* What to produce
Please reproduce the entries below exactly, starting at the first line and ending with the line that holds "No bokeh or".

_ _ _ _ _ _ _

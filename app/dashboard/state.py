"""Session state of the dashboard: the case being edited, its study (chart, point, margins, test points).

No bokeh or panel widgets here: this is a ``param.Parameterized`` model that views bind to. Each
browser session gets its own :class:`Session` (built by the server's factory function), so two users
never share state. Case inputs are kept as the text a person types (numbers with units) in a copy
of the case-file document; every change re-validates the whole case with :mod:`lowgmap.app.files.casefile`, the
same path the CLI uses. An invalid entry is not applied: the last good case and chart stay, the
field keeps showing the value in effect, and the problem is filed under the field that was edited
(:attr:`Session.field_problems`, the field's own words, never a line number of the hidden text).

Everything the views show comes from one :class:`lowgmap.physics.studies.study.Study`
(:attr:`Session.study`): the chart pane draws its chart, the margin table shows its margins, the
test-point panel its agreement, and the exports receive the study itself, so the chart is never
rebuilt for an export. Expensive work (building the chart) happens only when the case changes;
moving the operating point only computes the margins of the new point on the same chart
(:meth:`Study.with_point`).

Edits are queued, never lost
----------------------------
Every change (a case field, the operating point, the required margin, test points, a whole case
file, the robust point) is an :class:`Edit` put on the session's queue (:meth:`Session.submit`).
The queue keeps one entry per field: a newer value of a field replaces its older, not yet applied
one and moves to the end, so edits are applied in the order they were last made and the latest
value of each field wins. One batch at a time is worked off by the session's *runner* (see
:mod:`lowgmap.app.dashboard.background`): the work (validating each edit in order, building the
chart, the margins, the test-point agreement) runs on a worker thread from a snapshot of the state
and touches nothing shared; its result is applied back on the session's own thread. Edits that
arrive while a batch is being worked on wait on the queue and form the next batch; the views skip
fields with a queued edit (:attr:`Session.pending_keys`) when they show the state, so a value typed
during a rebuild stays on screen until it is applied.

Live previews (a slider being dragged)
--------------------------------------
While a slider moves, :meth:`Session.preview` asks for the chart of the case with the slider's value,
outside the queue and without changing the case in effect. Previews are coalesced: one job at a time
per session, and while it runs only the latest value waits (older ones are dropped, never queued).
Each preview is published as :attr:`Session.live` (a :class:`Preview`: the case, its chart, the regime
of the operating point and its margins, computed in the same job). A preview's chart is built at preview
resolution (``Chart.build(..., preview=True)``: the same physics and surrogates, the lines sampled more
coarsely), and the operating point's regime and symmetric margin are computed near the point only
(:func:`lowgmap.physics.chart.margins.preview_margin`: within about 5e-5 of the final margin, with a caveat that
says so; the margin table and the verdict keep reading the case in effect), so that the chart, the regime and
the margin follow the slider together. On release the value becomes an ordinary
edit, exactly as if it had been typed (:meth:`Session.end_preview`, then :meth:`Session.edit`): the chart
of the released value is built at full resolution and is the one every view reads; previews still running
are dropped, and :attr:`Session.live` is cleared once the edit is applied. A preview's chart is never
reused by the edit.

Full solves and bands
---------------------
:attr:`Session.exact` builds every chart with the full solves (``Chart.build(case, exact=True)``).
The worst-case margin of the operating point over the constants' bands (:attr:`Study.worst_case`) and,
when :attr:`Session.show_bands` is on, the band of every line (:attr:`Study.bands`) are computed on a
background thread (a pool of their own) after each new study (one such job at a time; a result for a study that is no longer
shown is dropped and the latest study is done next): :attr:`Session.worst_case`,
:attr:`Session.bands` and their states ("computing", "ready", "none", "failed"). These jobs take
seconds and give way to what the person waits for (:mod:`lowgmap.physics.pacing`): while a slider is
dragged or an edit is applied they pause at their next pause point, and a job whose study is no longer
shown stops there instead of finishing a result nobody will see.
"""
from __future__ import annotations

_ _ _ _ _ _ _

* Written reply
filename app/dashboard/state.py
"""Session state of the dashboard: the case being edited, its study (chart, point, margins, test points).

No bokeh or panel widgets here: this is a ``param.Parameterized`` model that views bind to. Each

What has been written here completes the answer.